Just came across this article on GPT-3, and that lead me to the question:

In order to make a certain kind of neural network architecture smarter all one needs to do is to make it bigger?

Also, if that is true, how does the importance of computer power relates with the importance of fine-tuning/algorithmic improvement?

  • $\begingroup$ Maybe you should summarise what the article says (for those not interested in reading it) that made you think that a bigger architecture leads to more "intelligence". The thing that increases if the number of parameters of the model increases is the capacity (i.e. roughly, the number of functions that the neural network can represent). So, what's the definition of intelligence you are using here? $\endgroup$
    – nbro
    Jul 12, 2020 at 12:57

1 Answer 1


First of all, there is no real 'intelligence' innate to artificial Neural Networks (NNs). All they do is trying to approximate a mathematical function with a certain degree of generalization (hopefully without learning a given dataset by heart, i.e. hopefully without overfitting).

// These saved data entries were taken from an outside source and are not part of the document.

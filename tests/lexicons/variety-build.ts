// The shipped varieties other than General American (lexicons/en-ca, lexicons/en-us-nonrhotic): where
// their grammars are, and a run of words through the real `strata build` (manifest, compiled machine,
// TSV), so the tests check each fact both with the reference interpreter and through the build.

import { mkdtempSync, readFileSync, writeFileSync } from "node:fs";
import { tmpdir } from "node:os";
import { basename, join } from "node:path";
import { fileURLToPath } from "node:url";
import { cli } from "../cli/helpers.js";

const LEXICONS = fileURLToPath(new URL("../../lexicons/", import.meta.url));
export const CANADIAN = join(LEXICONS, "en-ca", "grammar.strata");
export const NON_RHOTIC = join(LEXICONS, "en-us-nonrhotic", "grammar.strata");

/** One cache for every test file of a run (keys are content hashes, so sharing is safe). */
const CACHE = join(tmpdir(), "strata-test-cache");

export interface Row {
  /** The key the build gives the entry (also its id). */
  readonly id: string;
  readonly word: string;
  /** Broad IPA; `#` between the words of a phrase. */
  readonly pron: string;
}

/**
 * Builds `rows` with `strata build` as one variety named `name` of a lexicon folder made for the
 * test, and returns the narrow form per id (the TSV's key column). Throws with the command's
 * output if the build does not exit 0.
 */
export async function buildNarrow(grammar: string, name: string, rows: readonly Row[]): Promise<Map<string, string>> {
  const dir = mkdtempSync(join(tmpdir(), "strata-variety-"));
  const quote = (s: string): string => `"${s.replace(/"/g, '""')}"`;
  writeFileSync(join(dir, "lexicon.csv"), ["word,pron,id", ...rows.map((r) => [r.word, r.pron, r.id].map(quote).join(","))].join("\n") + "\n");
  writeFileSync(join(dir, "varieties.json"), JSON.stringify({ lexicon: "lexicon.csv", varieties: [{ name, lang: "en", grammar }] }));
  const out = join(dir, "out");
  const run = await cli(["build", dir, "-o", out, "--format", "tsv", "-q", "--cache-dir", CACHE]);
  if (run.exitCode !== 0) throw new Error(`strata build exited ${run.exitCode}:\n${run.stdout}\n${run.stderr}`);
  const tsv = readFileSync(join(out, basename(dir), name, "lexicon.tsv"), "utf8").trimEnd().split("\n").slice(1);
  return new Map(tsv.map((line) => {
    const [key, , narrow] = line.split("\t") as [string, string, string];
    return [key, narrow];
  }));
}
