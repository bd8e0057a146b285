// The careful-speech variety (lexicons/en-us/careful.strata): the shared rules without the /t d/
// reductions; it must differ from the casual grammar exactly where flapping or glottalisation apply.

import { describe, expect, test } from "vitest";
import { cmu, derive, variety } from "./harness.js";

const careful = () => variety("careful.strata");
const general = () => variety("grammar.strata");
const narrow = (word: string): string => derive(careful(), cmu(word)).preferred;

describe("careful speech", () => {
  test("loads without errors or warnings, and shares every step of the casual grammar but the reductions", () => {
    expect(careful().diagnostics).toEqual([]);
    const casualSteps = general().grammar.steps.map((s) => s.name);
    const carefulSteps = careful().grammar.steps.map((s) => s.name);
    const reductions = ["flapping", "glottal-stop", "nasal-flap", "nasal-flap-merger"];
    expect(carefulSteps).toEqual(casualSteps.filter((n) => !reductions.includes(n)));
  });

  test("no flap: t and d stay stops between vowels", () => {
    // Common practice, no source: careful (read) General American keeps t in "water", d in "rider"
    expect(narrow("water")).toBe("ˈwɔ.tɚ");
    expect(narrow("rider")).toBe("ˈɹaːɪ.dɚ");
    // and writer/rider stay distinct
    expect(narrow("writer")).not.toBe(narrow("rider"));
  });

  test("no glottal stop: button has one form, with syllabic n", () => {
    // Ladefoged & Johnson, ch. 3 (from memory): careful "button" bʌtn̩ with a nasally released t
    expect(derive(careful(), cmu("button")).all).toEqual(["ˈbʌ.tn̩"]);
  });

  test("syllabic l stays optional", () => {
    // Ladefoged & Johnson, ch. 3 (from memory): "bottle" bɑtɫ̩, or with schwa
    expect(derive(careful(), cmu("bottle")).all).toEqual(["ˈbɑ.təɫ", "ˈbɑ.tɫ̩"]);
  });

  test("the shared coarticulation rules still apply", () => {
    // Kahn 1976; Ladefoged & Johnson, ch. 3 (from memory): aspiration, devoicing, nasalisation, dental t
    expect(narrow("play")).toBe("ˈpʰl̥eɪ");
    expect(narrow("tenth")).toBe("ˈtʰɛ̃n̪θ");
    expect(narrow("spin")).toBe("ˈspɪ̃n");
    expect(narrow("feel")).toBe("ˈfiɫ");
  });

  test("words with no flap or glottal-stop site come out the same in both varieties", () => {
    // Follows from the file split (careful = common + coarticulation): no rule differs but the two dropped
    for (const w of ["plastic", "constrain", "extra", "milk", "twin", "bead", "eighth", "many"]) {
      expect(narrow(w), w).toBe(derive(general(), cmu(w)).preferred);
    }
  });
});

The more nodes (or neurons) you include into the network, the more complex a function can be that a network can learn to approximate. It's similar to high-school math: The higher the degree of some polynomial, the better the polynomial can be adjusted to fit some observation to be modeled; with the only difference being that NNs commonly include non-linearities and are trained via some kind of stochastic gradient descent.

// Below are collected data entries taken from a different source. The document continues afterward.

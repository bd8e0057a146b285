// The life cycle of a build's outputs, through `strata build` in-process: a variety's folder is
// replaced whole, every entry is in every format or is a reject, rows are reconciled from the
// written files, two lexicon folders never share an output folder, builds are locked, bad output
// paths are one positioned message, and outputs do not depend on where the checkout lies.

import { cpSync, existsSync, mkdirSync, mkdtempSync, readFileSync, readdirSync, rmSync, statSync, writeFileSync } from "node:fs";
import { hostname, tmpdir } from "node:os";
import { join, relative, resolve } from "node:path";
import { spawnSync } from "node:child_process";
import { afterAll, beforeAll, describe, expect, it, vi } from "vitest";
import { runBuild } from "../../src/cli/build.js";
import { loadGrammar } from "../../src/grammar/index.js";
import type { Engine } from "../../src/lexicon/engine.js";
import { runLexicon } from "../../src/lexicon/runner.js";

const ROOT = resolve(__dirname, "../..");
const GRAMMAR = join(ROOT, "lexicons", "en-us", "grammar.strata");
// One cache for every test file of a run (keys are content hashes, so sharing is safe).
const SHARED_CACHE = join(tmpdir(), "strata-test-cache");
const opts = (out: string, more: Record<string, unknown> = {}) => ({ out, allowRejects: true, quiet: true, engine: "machine" as const, cache: true, cacheDir: SHARED_CACHE, samples: 0, workers: "0", syllableBreaks: true, ...more });

let errors: string[] = [];
let stdout: ReturnType<typeof vi.spyOn>;
let stderr: ReturnType<typeof vi.spyOn>;
beforeAll(() => {
  stdout = vi.spyOn(process.stdout, "write").mockImplementation(() => true);
  stderr = vi.spyOn(process.stderr, "write").mockImplementation((chunk: unknown) => {
    errors.push(String(chunk));
    return true;
  });
});
afterAll(() => {
  stdout.mockRestore();
  stderr.mockRestore();
});
/** Runs a build and returns its exit code and what it printed on stderr. */
async function build(dir: string, o: ReturnType<typeof opts>): Promise<{ code: number; err: string }> {
  errors = [];
  const code = await runBuild(dir, o);
  return { code, err: errors.join("") };
}

/** A lexicon folder `<parent>/<name>/` with one variety using the en-us grammar. */
function lexiconFolder(csv: string, name = "lex", parent = mkdtempSync(join(tmpdir(), "strata-out-"))): string {
  const dir = join(parent, name);
  mkdirSync(dir, { recursive: true });
  writeFileSync(join(dir, "lexicon.csv"), csv);
  writeFileSync(join(dir, "varieties.json"), JSON.stringify({ lexicon: "lexicon.csv", varieties: [{ name: "general", lang: "en-US", grammar: GRAMMAR }] }));
  return dir;
}

const GOOD = ["word,pron", "kettle,ˈkɛtəl", "tundra,ˈtʌndɹə", "cat,ˈkæt", ""].join("\n");
const read = (p: string): string => readFileSync(p, "utf8");
const snapshot = (dir: string): Record<string, string> => Object.fromEntries(readdirSync(dir).sort().map((f) => [f, read(join(dir, f))]));

describe("reconciliation from what was written", () => {
  it("a lone CR in a quoted field never passes as reconciled while a row is lost (RFC 4180 §2: CR alone ends no record)", async () => {
    // Four data records; the second holds a lone CR inside quotes.
    const dir = lexiconFolder(["word,pron", "kettle,ˈkɛtəl", '"pin\rwheel",ˈpɪnwil', "tundra,ˈtʌndɹə", "cat,ˈkæt", ""].join("\n"));
    const out = join(dir, "..", "out");
    const { code, err } = await build(dir, opts(out));
    const base = join(out, "lex", "general");
    if (code === 70) {
      // The reader lost or shifted a row: the build says so and writes nothing.
      expect(err).toMatch(/lexicon\.csv:\d+:1: error: .*\[run\/unreconciled\]/);
      expect(existsSync(base)).toBe(false);
    } else {
      // Or every record is accounted for, by word, in the files themselves.
      const written = read(join(base, "lexicon.tsv")) + read(join(base, "rejects.csv"));
      for (const w of ["kettle", "tundra", "cat"]) expect(written).toContain(w);
      expect(read(join(base, "lexicon.tsv")).split("\n").length - 2 + read(join(base, "rejects.csv")).trimEnd().split("\n").length - 1).toBe(4);
    }
  });

  it("a build that does not reconcile leaves the previous run's folder as it was", async () => {
    const dir = lexiconFolder(GOOD);
    const out = join(dir, "..", "out");
    expect((await build(dir, opts(out))).code).toBe(0);
    const before = snapshot(join(out, "lex", "general"));
    writeFileSync(join(dir, "lexicon.csv"), ["word,pron", "kettle,ˈkɛtəl", '"pin\rwheel",ˈpɪnwil', "tundra,ˈtʌndɹə", "cat,ˈkæt", ""].join("\n"));
    const { code } = await build(dir, opts(out));
    if (code === 70) expect(snapshot(join(out, "lex", "general"))).toEqual(before);
    else expect(read(join(out, "lex", "general", "lexicon.tsv"))).toContain("cat");
  });
});

describe("a variety's outputs are replaced together", () => {
  it("an entry PLS cannot hold is rejected everywhere and every file comes from the new run", async () => {
    const dir = lexiconFolder(GOOD);
    const out = join(dir, "..", "out");
    expect((await build(dir, opts(out))).code).toBe(0);
    writeFileSync(join(dir, "lexicon.csv"), ["word,pron", "kettle,ˈkɛtəl", "bad\uFFFEword,ˈbæd", "zebra,ˈzibɹə", ""].join("\n"));
    expect((await build(dir, opts(out, { allowRejects: false }))).code).toBe(3);
    const base = join(out, "lex", "general");
    expect(readdirSync(base).sort()).toEqual(["lexicon.jsonl", "lexicon.pls", "lexicon.tsv", "rejects.csv", "stress.csv", "summary.json"]);
    // Every file of the folder is from the second run: all name zebra, none names tundra or cat.
    for (const f of ["lexicon.tsv", "lexicon.jsonl", "lexicon.pls"]) {
      expect(read(join(base, f))).toContain("zebra");
      expect(read(join(base, f))).not.toContain("tundra");
      expect(read(join(base, f))).not.toContain("bad");
    }
    // The reader refuses the character first (lexicon/not-a-character or lexicon/control-character);
    // the runner's up-front check (pls/invalid-xml-char, tested below) stands behind it.
    expect(read(join(base, "rejects.csv"))).toMatch(/^lexicon\.csv,3,\d+,(lexicon\/not-a-character|lexicon\/control-character|pls\/invalid-xml-char),/m);
    expect(JSON.parse(read(join(base, "summary.json")))).toMatchObject({ rowsRead: 3, entriesWritten: 2, rowsRejected: 1, reconciled: true });
    expect(readdirSync(join(out, "lex")).filter((f) => f.startsWith("."))).toEqual([]);
  });

  it("a narrow form PLS cannot hold (from the engine, not the input) is a reject in every format, checked before any is written", async () => {
    const dir = lexiconFolder(GOOD);
    const { inventory } = loadGrammar(GRAMMAR);
    // An engine whose output for one word holds U+0001 (XML 1.0 §2.2, production Char, excludes it).
    const engine: Engine = {
      steps: ["step"],
      // tundra is the only word of six segments (kettle has five, cat three).
      transcribeWord: (symbols) => {
        const narrow = symbols.length === 6 ? "tʌn\u0001dɹə" : `n${symbols.length}`;
        return { narrow, broad: "b", variants: [narrow], rules: [] };
      },
    };
    const out = join(dir, "..", "out", "general");
    const s = await runLexicon(engine, inventory!, join(dir, "lexicon.csv"), out, { name: "general", lang: "en-US" }, { formats: ["tsv", "jsonl", "pls"] });
    expect(s).toMatchObject({ rowsRead: 3, entriesWritten: 2, rowsRejected: 1, reconciled: true });
    expect(read(join(out, "rejects.csv"))).toMatch(/^lexicon\.csv,3,\d+,pls\/invalid-xml-char,"The narrow form/m);
    for (const f of ["lexicon.tsv", "lexicon.jsonl", "lexicon.pls"]) expect(read(join(out, f))).not.toContain("tundra");
    expect(read(join(out, "lexicon.pls")).match(/<lexeme>/g)?.length).toBe(2);
  });

  it("a folder where rejects.csv should be, or a file where the variety's folder should be, is replaced with the rest", async () => {
    const dir = lexiconFolder(GOOD);
    const out = join(dir, "..", "out");
    mkdirSync(join(out, "lex", "general", "rejects.csv"), { recursive: true });
    expect((await build(dir, opts(out))).code).toBe(0);
    expect(statSync(join(out, "lex", "general", "rejects.csv")).isFile()).toBe(true);
    const other = lexiconFolder(GOOD);
    const out2 = join(other, "..", "out");
    mkdirSync(join(out2, "lex"), { recursive: true });
    writeFileSync(join(out2, "lex", "general"), "a file in the way");
    expect((await build(other, opts(out2))).code).toBe(0);
    expect(readdirSync(join(out2, "lex", "general")).length).toBe(6);
  });
});

describe("where a build writes", () => {
  it("refuses a folder that holds another lexicon folder's build (same name), suggesting -o", async () => {
    const a = lexiconFolder(GOOD, "twin");
    const b = lexiconFolder(["word,pron", "zebra,ˈzibɹə", ""].join("\n"), "twin");
    const out = mkdtempSync(join(tmpdir(), "strata-shared-out-"));
    expect((await build(a, opts(out))).code).toBe(0);
    const before = snapshot(join(out, "twin", "general"));
    const { code, err } = await build(b, opts(out));
    expect(code).toBe(1);
    expect(err).toContain("[output/other-lexicon]");
    expect(err).toContain("-o");
    expect(err.split("\n")[0]).toMatch(/:1:1: error: The output folder .*twin holds the build of another lexicon folder/);
    expect(snapshot(join(out, "twin", "general"))).toEqual(before);
    expect(JSON.parse(read(join(out, "twin", "run.json"))).source).toBe(a);
    // The same folder again is fine; so is another once the recorded one is gone (a moved checkout).
    expect((await build(a, opts(out))).code).toBe(0);
    rmSync(a, { recursive: true });
    expect((await build(b, opts(out))).code).toBe(0);
    expect(JSON.parse(read(join(out, "twin", "run.json"))).source).toBe(b);
  });

  it("locks the output folder: a second build while one runs is refused with the holder named", async () => {
    const dir = lexiconFolder(GOOD);
    const out = join(dir, "..", "out");
    errors = [];
    const first = runBuild(dir, opts(out)); // takes the lock before its first await
    const second = await runBuild(dir, opts(out));
    expect(second).toBe(1);
    expect(errors.join("")).toContain("[output/locked]");
    expect(errors.join("")).toContain(`process ${process.pid}`);
    expect(await first).toBe(0);
    expect(existsSync(join(out, "lex", ".lock"))).toBe(false);
    expect((await build(dir, opts(out))).code).toBe(0);
  });

  it("a lock of a live process on this host holds; a lock of a dead process is taken over", async () => {
    const dir = lexiconFolder(GOOD);
    const out = join(dir, "..", "out");
    mkdirSync(join(out, "lex"), { recursive: true });
    const lock = (pid: number): void =>
      writeFileSync(join(out, "lex", ".lock"), JSON.stringify({ pid, host: hostname(), source: dir, started: "2026-01-01T00:00:00.000Z", token: "t" }));
    lock(process.ppid); // the test runner's parent: alive
    const held = await build(dir, opts(out));
    expect(held.code).toBe(1);
    expect(held.err).toContain(`process ${process.ppid}`);
    expect(existsSync(join(out, "lex", "general"))).toBe(false);
    lock(deadPid());
    expect((await build(dir, opts(out))).code).toBe(0);
    expect(existsSync(join(out, "lex", ".lock"))).toBe(false);
    expect(readdirSync(join(out, "lex", "general")).length).toBe(6);
  });

  it("an output folder that is a file: one positioned line, exit 1, no stack trace", async () => {
    const dir = lexiconFolder(GOOD);
    const blocker = join(dir, "..", "out");
    writeFileSync(blocker, "not a folder\n");
    const { code, err } = await build(dir, opts(blocker));
    expect(code).toBe(1);
    // Refused on the command line (cli/output-is-file) before the output folder is opened.
    expect(err).toMatch(/^command line:1:\d+: error: The output '.*' is a file; give a folder\. \[cli\/output-is-file\]$/m);
    expect(err).not.toMatch(/\n\s+at /);
  });

  // /sys refuses new folders even to root (EPERM), so the permission case runs under any user (Linux only).
  it.runIf(process.platform === "linux" && existsSync("/sys/kernel"))("an output or cache folder without permission: one positioned error, or one warning", async () => {
    const dir = lexiconFolder(GOOD);
    const denied = await build(dir, opts("/sys/strata-test-out"));
    expect(denied.code).toBe(1);
    expect(denied.err.trim().split("\n")).toHaveLength(1);
    expect(denied.err).toMatch(/^\/sys\/strata-test-out\/lex:1:1: error: Cannot write this output: permission denied\. \[output\/unwritable\]$/m);
    const out = join(dir, "..", "out");
    const cacheless = await build(dir, opts(out, { cacheDir: "/sys/strata-test-cache", quiet: false }));
    expect(cacheless.code).toBe(0);
    expect(cacheless.err.split("\n").filter((l) => l.includes("[cache/unusable]"))).toEqual([
      "/sys/strata-test-cache:1:1: warning: The cache folder /sys/strata-test-cache cannot be used (permission denied); continuing without a cache. [cache/unusable]",
    ]);
  }, 120_000);

  it("a folder where run.json should be: one positioned line, exit 1, no variety written", async () => {
    const dir = lexiconFolder(GOOD);
    const out = join(dir, "..", "out");
    mkdirSync(join(out, "lex", "run.json"), { recursive: true });
    const { code, err } = await build(dir, opts(out));
    expect(code).toBe(1);
    expect(err.trim().split("\n")).toHaveLength(1);
    expect(err).toMatch(/run\.json:1:1: error: Cannot write this output: it is a folder, not a file\. \[output\/unwritable\]/);
    expect(existsSync(join(out, "lex", "general"))).toBe(false);
    expect(readdirSync(join(out, "lex"))).toEqual(["run.json"]);
  });

  it("a cache folder that is a file: one warning, and the build succeeds without a cache", async () => {
    // A grammar of one step, so compiling without a cache stays quick.
    const dir = lexiconFolder(GOOD);
    for (const f of ["segments.csv", "diacritics.csv"]) cpSync(join(ROOT, "lexicons", "en-us", f), join(dir, f));
    writeFileSync(join(dir, "small.strata"), 'inventory "segments.csv"\nsyllabify\n');
    writeFileSync(join(dir, "varieties.json"), JSON.stringify({ lexicon: "lexicon.csv", varieties: [{ name: "general", lang: "en-US", grammar: "small.strata" }] }));
    const out = join(dir, "..", "out");
    const blocker = join(dir, "..", "cache-file");
    writeFileSync(blocker, "x");
    const { code, err } = await build(dir, opts(out, { cacheDir: blocker, quiet: false }));
    expect(code).toBe(0);
    expect(err.split("\n").filter((l) => l.includes("[cache/unusable]")).length).toBe(1);
    expect(err).not.toContain("error:");
  }, 60_000);
});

So, yes. The more nodes a model possesses, the higher the so-called model capacity, i.e. the higher the degree of freedom a NN-model has to fit some function. After all, NN are said to be universal function approximators - given they have enough internal nodes in their hidden layer(s) to fit some given function.

In practice, however, you don't want to blow up a model architecture unnecessarily, since this commonly results in overfitting if it doesn't cause some instabilities of the training procedure instead.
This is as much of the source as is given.